DIRECTIONS |
What lines in the entries below contain the word "minWidth"? Copy all of them.

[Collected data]
Segment Open

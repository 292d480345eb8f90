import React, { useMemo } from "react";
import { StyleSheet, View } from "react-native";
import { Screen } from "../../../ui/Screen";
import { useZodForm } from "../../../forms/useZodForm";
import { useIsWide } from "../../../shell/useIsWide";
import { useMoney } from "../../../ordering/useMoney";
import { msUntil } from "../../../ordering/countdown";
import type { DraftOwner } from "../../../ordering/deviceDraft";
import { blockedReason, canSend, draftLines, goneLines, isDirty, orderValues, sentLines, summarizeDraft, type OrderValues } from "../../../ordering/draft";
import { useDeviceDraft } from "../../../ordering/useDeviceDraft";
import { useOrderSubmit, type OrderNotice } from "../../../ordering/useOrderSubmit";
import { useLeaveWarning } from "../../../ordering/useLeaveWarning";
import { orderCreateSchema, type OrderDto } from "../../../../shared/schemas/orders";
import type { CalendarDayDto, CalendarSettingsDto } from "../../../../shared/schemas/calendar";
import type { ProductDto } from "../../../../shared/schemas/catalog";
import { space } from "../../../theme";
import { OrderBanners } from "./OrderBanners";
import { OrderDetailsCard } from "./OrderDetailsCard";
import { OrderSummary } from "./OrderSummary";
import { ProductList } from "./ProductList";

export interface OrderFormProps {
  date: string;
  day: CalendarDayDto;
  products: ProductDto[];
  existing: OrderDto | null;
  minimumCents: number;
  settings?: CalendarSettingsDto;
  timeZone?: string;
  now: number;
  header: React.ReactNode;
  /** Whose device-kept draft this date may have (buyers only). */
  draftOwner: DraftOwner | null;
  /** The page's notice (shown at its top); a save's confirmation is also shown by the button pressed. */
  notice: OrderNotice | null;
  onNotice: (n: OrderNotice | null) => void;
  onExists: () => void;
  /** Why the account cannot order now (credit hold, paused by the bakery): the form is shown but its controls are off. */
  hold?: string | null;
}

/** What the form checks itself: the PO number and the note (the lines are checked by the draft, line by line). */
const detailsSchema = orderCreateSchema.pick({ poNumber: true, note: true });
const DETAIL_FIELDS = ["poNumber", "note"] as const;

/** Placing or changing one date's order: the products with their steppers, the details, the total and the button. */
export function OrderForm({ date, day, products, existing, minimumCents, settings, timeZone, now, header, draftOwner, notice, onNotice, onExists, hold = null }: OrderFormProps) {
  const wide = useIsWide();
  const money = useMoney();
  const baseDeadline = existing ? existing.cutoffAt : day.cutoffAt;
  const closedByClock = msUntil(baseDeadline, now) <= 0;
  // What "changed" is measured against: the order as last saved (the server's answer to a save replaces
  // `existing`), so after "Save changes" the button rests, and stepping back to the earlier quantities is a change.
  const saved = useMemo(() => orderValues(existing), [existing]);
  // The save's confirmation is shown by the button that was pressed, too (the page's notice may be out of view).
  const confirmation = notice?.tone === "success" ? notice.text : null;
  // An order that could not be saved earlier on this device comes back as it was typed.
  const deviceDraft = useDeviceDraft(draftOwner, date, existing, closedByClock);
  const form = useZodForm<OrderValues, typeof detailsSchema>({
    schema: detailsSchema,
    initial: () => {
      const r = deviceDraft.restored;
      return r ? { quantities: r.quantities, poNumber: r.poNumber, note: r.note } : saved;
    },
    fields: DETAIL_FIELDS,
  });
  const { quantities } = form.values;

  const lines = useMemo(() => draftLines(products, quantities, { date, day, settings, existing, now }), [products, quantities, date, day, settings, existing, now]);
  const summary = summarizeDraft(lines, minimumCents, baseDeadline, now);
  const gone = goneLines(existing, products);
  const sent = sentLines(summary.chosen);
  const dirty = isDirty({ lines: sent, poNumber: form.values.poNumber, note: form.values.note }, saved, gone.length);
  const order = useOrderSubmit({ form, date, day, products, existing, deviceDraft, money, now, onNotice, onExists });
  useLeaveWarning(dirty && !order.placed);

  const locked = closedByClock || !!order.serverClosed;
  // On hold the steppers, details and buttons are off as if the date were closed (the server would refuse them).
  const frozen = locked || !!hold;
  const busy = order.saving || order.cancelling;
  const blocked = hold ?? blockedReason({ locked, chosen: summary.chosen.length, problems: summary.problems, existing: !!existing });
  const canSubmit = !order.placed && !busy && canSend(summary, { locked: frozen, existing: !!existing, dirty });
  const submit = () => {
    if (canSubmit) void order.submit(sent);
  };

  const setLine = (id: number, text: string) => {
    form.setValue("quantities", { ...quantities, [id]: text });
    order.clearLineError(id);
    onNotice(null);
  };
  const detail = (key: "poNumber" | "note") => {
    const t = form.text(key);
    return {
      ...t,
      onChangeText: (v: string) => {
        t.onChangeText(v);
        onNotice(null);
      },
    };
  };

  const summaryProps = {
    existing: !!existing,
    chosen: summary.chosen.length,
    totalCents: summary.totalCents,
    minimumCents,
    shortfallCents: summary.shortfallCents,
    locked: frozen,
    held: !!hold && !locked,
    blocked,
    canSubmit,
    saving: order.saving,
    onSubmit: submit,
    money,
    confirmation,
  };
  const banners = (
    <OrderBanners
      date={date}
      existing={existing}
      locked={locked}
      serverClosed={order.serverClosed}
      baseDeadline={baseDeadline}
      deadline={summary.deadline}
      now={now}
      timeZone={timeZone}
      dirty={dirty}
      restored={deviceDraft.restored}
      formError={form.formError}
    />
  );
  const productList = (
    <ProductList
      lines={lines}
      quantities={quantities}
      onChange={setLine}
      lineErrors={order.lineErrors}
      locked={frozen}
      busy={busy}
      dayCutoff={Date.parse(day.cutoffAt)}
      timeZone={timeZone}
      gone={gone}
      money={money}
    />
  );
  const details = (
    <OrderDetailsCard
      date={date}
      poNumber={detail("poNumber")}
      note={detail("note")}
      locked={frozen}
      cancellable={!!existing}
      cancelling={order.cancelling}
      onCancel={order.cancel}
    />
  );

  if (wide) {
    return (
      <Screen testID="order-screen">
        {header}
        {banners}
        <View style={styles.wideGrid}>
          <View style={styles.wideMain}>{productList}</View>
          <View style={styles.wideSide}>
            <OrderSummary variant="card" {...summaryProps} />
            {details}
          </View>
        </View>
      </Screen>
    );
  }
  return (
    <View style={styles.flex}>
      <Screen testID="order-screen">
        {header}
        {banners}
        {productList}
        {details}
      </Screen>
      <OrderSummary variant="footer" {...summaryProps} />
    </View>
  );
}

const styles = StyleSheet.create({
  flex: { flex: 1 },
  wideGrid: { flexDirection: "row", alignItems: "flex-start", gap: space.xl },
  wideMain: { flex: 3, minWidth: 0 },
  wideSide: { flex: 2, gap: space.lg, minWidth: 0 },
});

Segment Closed

EXERCISE RESULT |
  wideMain: { flex: 3, minWidth: 0 },
  wideSide: { flex: 2, gap: space.lg, minWidth: 0 },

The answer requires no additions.